Delivery and operation
The Ajax is manufactured and designed by General Dynamics UK and General Dynamics Santa Bárbara Sistemas (Spain), with the new turret and fire control system fitted on the Reconnaissance variant being designed and manufactured by Lockheed Martin UK. Lockheed Martin is working closely with the Defence Support Group for turret manufacture and assembly as well as Rheinmetall. 75% of turret and CT40 work will be carried out in the UK. The turret ring is 1.7 m in diameter, allowing for much more work-space than comparable AFVs. The Scout SV is also equipped with a state of the art ISTAR package with advanced sensors and space for further future growth. This advanced ISTAR package allows for automated search, tracking and detection, more than doubling stand-off range at which targets can be identified and tracked.

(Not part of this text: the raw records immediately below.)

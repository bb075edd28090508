// Enter and Space activate focused elements that act as buttons, tabs or links but are not native
// controls (Vant renders cells and tab-bar items as <div role="button|tab">), so every tap target
// also works from a keyboard.
import { onMounted, onUnmounted } from 'vue'

const NATIVE = new Set(['BUTTON', 'A', 'INPUT', 'TEXTAREA', 'SELECT', 'SUMMARY'])
const ROLES = new Set(['button', 'tab', 'link', 'menuitem'])

function onKeydown(event: KeyboardEvent): void {
  if (event.key !== 'Enter' && event.key !== ' ') return
  if (event.defaultPrevented || event.altKey || event.ctrlKey || event.metaKey) return
  const el = event.target
  if (!(el instanceof HTMLElement) || NATIVE.has(el.tagName) || el.isContentEditable) return
  if (!ROLES.has(el.getAttribute('role') ?? '')) return
  event.preventDefault()
  el.click()
}

export function useKeyboardActivation(): void {
  onMounted(() => document.addEventListener('keydown', onKeydown))
  onUnmounted(() => document.removeEventListener('keydown', onKeydown))
}
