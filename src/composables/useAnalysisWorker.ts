// The page's handle on the analysis worker: one job at a time, progress as refs, cancel by
// terminating the worker (the engine's loops cannot be interrupted). After a cancel the next
// job starts a fresh worker and loads the last frame into it again.
import { proxy, wrap, type Remote } from 'comlink'
import { onScopeDispose, ref, shallowRef } from 'vue'
import type {
  AnalysisStage,
  AnalysisWorkerApi,
  FrameInfo,
  RegionRequest,
  RestorationRequest,
  Roi,
} from '@/workers/types'

export interface WorkerHandle {
  api: Remote<AnalysisWorkerApi> | AnalysisWorkerApi
  terminate(): void
}

export function spawnAnalysisWorker(): WorkerHandle {
  const worker = new Worker(new URL('../workers/analysis.worker.ts', import.meta.url), {
    type: 'module',
    name: 'analysis',
  })
  return { api: wrap<AnalysisWorkerApi>(worker), terminate: () => worker.terminate() }
}

/** Thrown into a job's caller when the user cancelled it. */
export class AnalysisCancelled extends Error {
  constructor() {
    super('The analysis was cancelled.')
    this.name = 'AnalysisCancelled'
  }
}

/** A copy without Vue's reactive proxy: proxies cannot cross to a worker. */
export function plainRoi(roi: Roi): Roi {
  return { x: roi.x, y: roi.y, w: roi.w, h: roi.h }
}

export const STAGE_LABEL: Record<AnalysisStage, string> = {
  decode: 'Reading the image',
  luminance: 'Preparing the frame',
  edges: 'Looking for slanted edges',
  measure: 'Measuring the edges',
  done: 'Done',
}

export function useAnalysisWorker(spawn: () => WorkerHandle = spawnAnalysisWorker) {
  let handle: WorkerHandle | null = null
  let loadedFile: Blob | null = null
  let frameInWorker = false
  let cancelCurrent: (() => void) | null = null

  const busy = ref(false)
  const stage = ref<AnalysisStage | null>(null)
  const fraction = ref(0)
  const frame = shallowRef<FrameInfo | null>(null)

  const onProgress = proxy((f: number, s: AnalysisStage) => {
    fraction.value = Math.max(0, Math.min(1, f))
    stage.value = s
  })

  function current(): WorkerHandle {
    handle ??= spawn()
    return handle
  }

  /** Runs one job; a cancel rejects it with AnalysisCancelled at once. */
  async function run<T>(job: (api: WorkerHandle['api']) => Promise<T>): Promise<T> {
    if (busy.value) throw new Error('The analysis is still busy with the previous step.')
    busy.value = true
    fraction.value = 0
    try {
      const cancelled = new Promise<never>((_, reject) => {
        cancelCurrent = () => reject(new AnalysisCancelled())
      })
      return await Promise.race([job(current().api), cancelled])
    } finally {
      cancelCurrent = null
      busy.value = false
      stage.value = null
    }
  }

  async function ensureFrame(api: WorkerHandle['api']): Promise<void> {
    if (frameInWorker) return
    if (!loadedFile) throw new Error('No frame is loaded: import or take a photo first.')
    await api.loadFrame(loadedFile, onProgress)
    frameInWorker = true
  }

  async function loadFrame(file: Blob): Promise<FrameInfo> {
    loadedFile = null
    frameInWorker = false
    frame.value = null
    const info = await run((api) => api.loadFrame(file, onProgress))
    loadedFile = file
    frameInWorker = true
    frame.value = info
    return info
  }

  const withFrame = <T>(job: (api: WorkerHandle['api']) => Promise<T>) =>
    run(async (api) => {
      await ensureFrame(api)
      return job(api)
    })

  /** Stops the running job (if any) and throws the worker away. */
  function cancel(): void {
    handle?.terminate()
    handle = null
    frameInWorker = false
    cancelCurrent?.()
  }

  function dispose(): void {
    cancel()
    loadedFile = null
    frame.value = null
  }
  onScopeDispose(dispose)

  return {
    busy,
    stage,
    fraction,
    frame,
    loadFrame,
    findRegions: () => withFrame((api) => api.findRegions(onProgress)),
    measureRegions: (regions: RegionRequest[]) => {
      const plain = regions.map((r) => ({
        id: r.id,
        roi: plainRoi(r.roi),
        ...(r.orientation ? { orientation: r.orientation } : {}),
      }))
      return withFrame((api) => api.measureRegions(plain, onProgress))
    },
    restorePreview: (request: RestorationRequest) => {
      const plain = { ...request, roi: plainRoi(request.roi) }
      return withFrame((api) => api.restorePreview(plain))
    },
    cropPng: (roi: Roi) => {
      const plain = plainRoi(roi)
      return withFrame((api) => api.cropPng(plain))
    },
    cancel,
    dispose,
  }
}

export type AnalysisWorker = ReturnType<typeof useAnalysisWorker>
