import { describe, expect, it } from 'vitest'
import LabelTag from '../LabelTag.vue'
import type { TagLook } from '../labelTag'
import { classesOf, renderHtml, textOf } from './renderHtml'

const LOOKS: Record<'ready' | 'held', TagLook> = {
  ready: { label: 'Ready', icon: 'success', tone: 'green-soft' },
  held: { label: 'Held back', icon: 'warning-o', tone: 'amber-solid' },
}

describe('a labelled tag', () => {
  it('shows the word, icon and tone its table gives the value', async () => {
    const html = await renderHtml(LabelTag, { looks: LOOKS, value: 'held' })
    expect(textOf(html)).toBe('Held back')
    expect(classesOf(html, 'label-tag')).toContain('label-tag--amber-solid')
    expect(classesOf(html, 'van-icon')).toContain('van-icon-warning-o')
  })

  it('keeps the icon out of what a screen reader says', async () => {
    const html = await renderHtml(LabelTag, { looks: LOOKS, value: 'ready' })
    expect(html).toMatch(/<i [^>]*van-icon-success[^>]*aria-hidden="true"/)
  })

  it('shows the given text in place of the word, with the value’s look', async () => {
    const html = await renderHtml(LabelTag, { looks: LOOKS, value: 'ready', text: 'Ready in 2 d' })
    expect(textOf(html)).toBe('Ready in 2 d')
    expect(classesOf(html, 'label-tag')).toContain('label-tag--green-soft')
  })

  it('carries the caller’s data-test for the browser tests', async () => {
    const html = await renderHtml(LabelTag, { looks: LOOKS, value: 'ready', 'data-test': 'x-tag' })
    expect(html).toMatch(/<span [^>]*data-test="x-tag"/)
  })
})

The Ajax has a 20 Gbit/s Ethernet intelligent open architecture, which enables it to capture, process and store six TBs of information gathered by the sensors. It can then share this data, be it images or other information, via a real-time integrated BOWMAN communication system as fitted to the Challenger 2. Power for these systems comes from a silent auxiliary power generator. 80% of the vehicle manufacture will be completed in the UK, with 70% of the supply chain companies UK-based. Five pre-production prototypes will be produced in Spain for further development and testing. The Ajax family will support 300 jobs at General Dynamics UK's facility in South Wales and an estimated further 1000 jobs in the UK supply chain.
United Kingdom - In development - 245 Ajax, 93 Ares, 112 Athena, 50 Apollo, 38 Atlas and 51 Argus ordered.